Even the idea of accelerating the implementation of the national armed forces clashes with powerful obstacles. In actuality, Afghanistan does not currently have more than 94,000 troops because it has not been possible to meet the deadlines of plans that have already been made. Afghanistan’s military cannot even enlist qualified people, nor has it been possible to avoid increasing dropout rates (estimated at 25 percent). With hastening the process of recruitment and training new soldiers comes the considerable risk that members of the Taliban and other violent groups will be able to join the army. Thus, not only will terrorists successfully complete their training and acquire arms (with which they can then defect), but they will also bring intelligence about the intentions of the Afghan army. Without even considering other factors, the prospect of the the incorporation of these elements into the Afghan Armed Forces is the most dangerous because they can hinder the operation of the armed forces once they have to lead the task of national security.
The problem posed by fixing July 2011 as the date to begin redeployment (not withdrawal) is also significant. Its very announcement generates a double effect. For foreign contingents, it increases the pressure to obtain positive results at all costs, and experience teaches that it also translates into major risks for both the civil populace and deployed soldiers (which will increase public disapproval). For local violent groups, it means that time runs in their favor and that sustained resistance will lead them to victory. Knowing this, we can anticipate an increase in attacks, leading NATO forces to adopt a passive attitude until the storm passes or to move to less violent militarized zones, forcing a dispersion of efforts that would reduce the hypothetical effectiveness of the foreign contingent. In those conditions, the inclination of terrorist groups to be accommodating will be improbable since they will perceive the foreign military as temporary occupants.
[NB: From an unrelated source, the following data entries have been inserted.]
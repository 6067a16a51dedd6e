package org.merewarden.advice;

import static org.mockito.ArgumentMatchers.anyInt;
import static org.mockito.ArgumentMatchers.anyLong;
import static org.mockito.Mockito.mock;
import static org.mockito.Mockito.when;
import static org.springframework.security.test.web.servlet.request.SecurityMockMvcRequestPostProcessors.csrf;
import static org.springframework.security.test.web.servlet.request.SecurityMockMvcRequestPostProcessors.user;
import static org.springframework.test.web.servlet.request.MockMvcRequestBuilders.get;
import static org.springframework.test.web.servlet.request.MockMvcRequestBuilders.post;

import java.util.LinkedHashMap;
import java.util.Map;
import java.util.Objects;
import java.util.Optional;
import java.util.UUID;
import org.jspecify.annotations.Nullable;
import org.merewarden.web.OfficeSettings;
import org.merewarden.web.Seasons;
import org.springframework.beans.factory.annotation.Autowired;
import org.springframework.jdbc.core.simple.JdbcClient;
import org.springframework.stereotype.Component;
import org.springframework.test.util.ReflectionTestUtils;
import org.springframework.test.web.servlet.MockMvc;
import org.springframework.test.web.servlet.ResultActions;
import org.springframework.test.web.servlet.request.RequestPostProcessor;

/** What people do at the advice page, for tests; the rule recommends what a test says. */
@Component
class LimitDesk {
    static final RequestPostProcessor BIOLOGIST = user("ines").roles("BIOLOGIST");
    static final RequestPostProcessor APPROVER = user("tobias").roles("APPROVER");

    @Autowired
    private @Nullable MockMvc mvc;

    @Autowired
    private JdbcClient jdbc;

    @Autowired
    private Recommendations recommendations;

    @Autowired
    private OfficeSettings settings;

    @Autowired
    private Seasons seasons;

    private @Nullable Object real;

    /** The rule recommends this for the stock, and nothing for any other. */
    void recommend(long stock, double tonnes, boolean provisional, int policy) {
        long assessment = assessment(stock);
        Adviser adviser = mock(Adviser.class);
        when(adviser.advise(anyLong(), anyInt())).thenAnswer(asked -> {
            int season = asked.getArgument(1);
            return asked.<Long>getArgument(0) == stock
                    ? Optional.of(new Adviser.Advice(
                            stock, season, assessment, policy, tonnes, provisional, "{\"made\":\"for a test\"}"))
                    : Optional.empty();
        });
        put(adviser);
    }

    void recommendNothing() {
        Adviser adviser = mock(Adviser.class);
        when(adviser.advise(anyLong(), anyInt())).thenReturn(Optional.empty());
        put(adviser);
    }

    private void put(Adviser adviser) {
        when(adviser.season(anyLong())).thenReturn(seasons.current());
        if (real == null) {
            real = ReflectionTestUtils.getField(recommendations, "adviser");
        }
        ReflectionTestUtils.setField(recommendations, "adviser", adviser);
    }

    void restore() {
        if (real != null) {
            ReflectionTestUtils.setField(recommendations, "adviser", real);
            real = null;
        }
        settings.set(OfficeSettings.OWN_PROPOSALS, "no");
    }

    void ownProposals() {
        settings.set(OfficeSettings.OWN_PROPOSALS, "yes");
    }

    long assessment(long stock) {
        return jdbc.sql("select max(id) from assessment where stock_id = ?")
                .param(stock)
                .query(Long.class)
                .single();
    }

    /** A catch limit of 12.5 t, 2.5 t set aside, 85 % reported: 8.5 t to be logged. */
    Map<String, String> fields(int season) {
        Map<String, String> fields = new LinkedHashMap<>();
        fields.put("season", Integer.toString(season));
        fields.put("kind", "catch");
        fields.put("amount", "12.5");
        fields.put("subsistence", "0.5");
        fields.put("angling", "1");
        fields.put("other", "1");
        fields.put("reportedFraction", "0.85");
        fields.put("validFrom", season + "-01-01");
        fields.put("validTo", season + "-12-31");
        fields.put("reason", "Held at last year’s level.");
        return fields;
    }

    /** As the page's form sends it, with a key of its own unless a test names one. */
    ResultActions send(String path, Map<String, String> fields, RequestPostProcessor who) throws Exception {
        var request = post(path).with(who).with(csrf());
        fields.forEach(request::param);
        String key = path.endsWith("/closures") ? "closeKey" : "key";
        if (!fields.containsKey(key)) {
            request.param(key, UUID.randomUUID().toString());
        }
        return web().perform(request);
    }

    long propose(String stock, Map<String, String> fields, RequestPostProcessor who) throws Exception {
        ResultActions answer = send(stock + "/limits", fields, who);
        if (answer.andReturn().getResponse().getStatus() != 302) {
            throw new AssertionError(answer.andReturn().getResponse().getContentAsString());
        }
        return newest();
    }

    long newest() {
        return jdbc.sql("select max(id) from catch_limit").query(Long.class).single();
    }

    ResultActions act(long id, String act, String reason, RequestPostProcessor who) throws Exception {
        return send("/limits/" + id + "/" + act, Map.of("reason", reason), who);
    }

    String page(String path, RequestPostProcessor who) throws Exception {
        return web().perform(get(path).with(who))
                .andReturn()
                .getResponse()
                .getContentAsString()
                .replace('\u00a0', ' ');
    }

    /** What the answer's page says. */
    static String body(ResultActions answer) throws Exception {
        return answer.andReturn().getResponse().getContentAsString().replace('\u00a0', ' ');
    }

    static String said(ResultActions answer, String kind) {
        return String.valueOf(answer.andReturn().getFlashMap().get(kind)).replace('\u00a0', ' ');
    }

    /** The latest act about a limit. */
    String state(long id) {
        return jdbc.sql("select act from limit_decision where limit_id = ? order by id desc limit 1")
                .param(id)
                .query(String.class)
                .single();
    }

    private MockMvc web() {
        return Objects.requireNonNull(mvc);
    }
}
Pakistan is also a key element in this situation. If the main battle becomes the defeat of Al Qaeda, we must remember that their sanctuary is much more in Pakistani territory (spoiled as useful allies) than in Afghanistan (where it is estimated that it only deploys about 400 troops). Military doctrines stress the need to prevent the enemy from holding a safe haven that serves as a rearguard to feed the violence and provides momentary rest for Al Qaeda fighters. There are huge doubts about the willingness of Pakistan to assist strongly in this way, especially if their military feels punished by Washington (with the new package of economic aid to the country in exchange for political actors acting in self-defeating ways) or fears losing an asset they have managed for years. There is little they will do with the foreseeable increased threat from India and Washington’s abandonment.
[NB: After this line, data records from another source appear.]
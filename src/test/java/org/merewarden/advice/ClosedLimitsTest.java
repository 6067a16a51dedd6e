package org.merewarden.advice;

import static org.assertj.core.api.Assertions.assertThat;

import java.time.OffsetDateTime;
import org.junit.jupiter.api.BeforeEach;
import org.junit.jupiter.api.Test;
import org.merewarden.StatementCount;
import org.merewarden.TestRegion;
import org.merewarden.WholeApplication;
import org.springframework.beans.factory.annotation.Autowired;
import org.springframework.jdbc.core.simple.JdbcClient;

@WholeApplication
class ClosedLimitsTest {
    private static final int SEASON = 2171;
    private static final OffsetDateTime FROM = OffsetDateTime.parse("2171-06-05T14:00Z");

    @Autowired
    private ClosedLimits closed;

    @Autowired
    private JdbcClient jdbc;

    private TestRegion region;
    private long stock;

    @BeforeEach
    void stock() {
        region = new TestRegion(jdbc);
        stock = region.stock(region.lake("closed-" + System.nanoTime(), "Closed Water"), "FPE");
    }

    /** A limit that is superseded at once by what is issued next. */
    private long superseded(double tonnes, OffsetDateTime from) {
        long id = region.limit(stock, SEASON, tonnes);
        jdbc.sql("delete from limit_in_force where limit_id = ?").param(id).update();
        jdbc.sql("update limit_decision set effective_at = ? where limit_id = ?")
                .params(from, id)
                .update();
        return id;
    }

    @Test
    void theLatestOneInForceUntilTheClosureIsTold() throws Exception {
        superseded(4, FROM.minusMonths(3));
        superseded(99, FROM.plusDays(3));
        long last = region.limit(stock, SEASON, 7.5);
        region.closure(stock, SEASON, FROM);
        assertThat(closed.before(stock, SEASON).map(LimitView::id)).contains(last);
        assertThat(closed.before(SEASON).get(stock).amountTonnes()).isEqualTo(7.5);
        assertThat(StatementCount.during(() -> closed.before(SEASON))).isEqualTo(1);
        assertThat(StatementCount.during(() -> closed.before(stock, SEASON))).isEqualTo(1);
    }

    @Test
    void aWithdrawnOneIsNot() {
        long first = superseded(4, FROM.minusMonths(3));
        long last = region.limit(stock, SEASON, 7.5);
        region.closure(stock, SEASON, FROM);
        jdbc.sql("insert into limit_decision (limit_id, act, decided_at, decided_by, effective_at, reason)"
                        + " values (?, 'WITHDRAWN', ?, 'test', ?, 'for a test')")
                .params(last, FROM.minusDays(9), FROM.minusDays(9))
                .update();
        assertThat(closed.before(stock, SEASON).map(LimitView::id)).contains(first);
    }

    @Test
    void anOpenStockHasNone() {
        region.limit(stock, SEASON, 7.5);
        assertThat(closed.before(stock, SEASON)).isEmpty();
        assertThat(closed.before(SEASON)).doesNotContainKey(stock);
    }
}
In short, Obama figures its successful bet will be on factors that only depend on U.S. will, as if all those involved in this scenario were to follow their dictates or submissively accept the division of roles that the U.S. wants to allocate to each. Only for those who believe that Iraq is already a convincing case can Afghanistan be considered resolvable by similar means. Meanwhile, only a few are allowed slight smiles, like Moscow, which sees the deadline to consolidate recovery and renewed control over its traditional area of influence renewed while Washington is busy attending to other matters.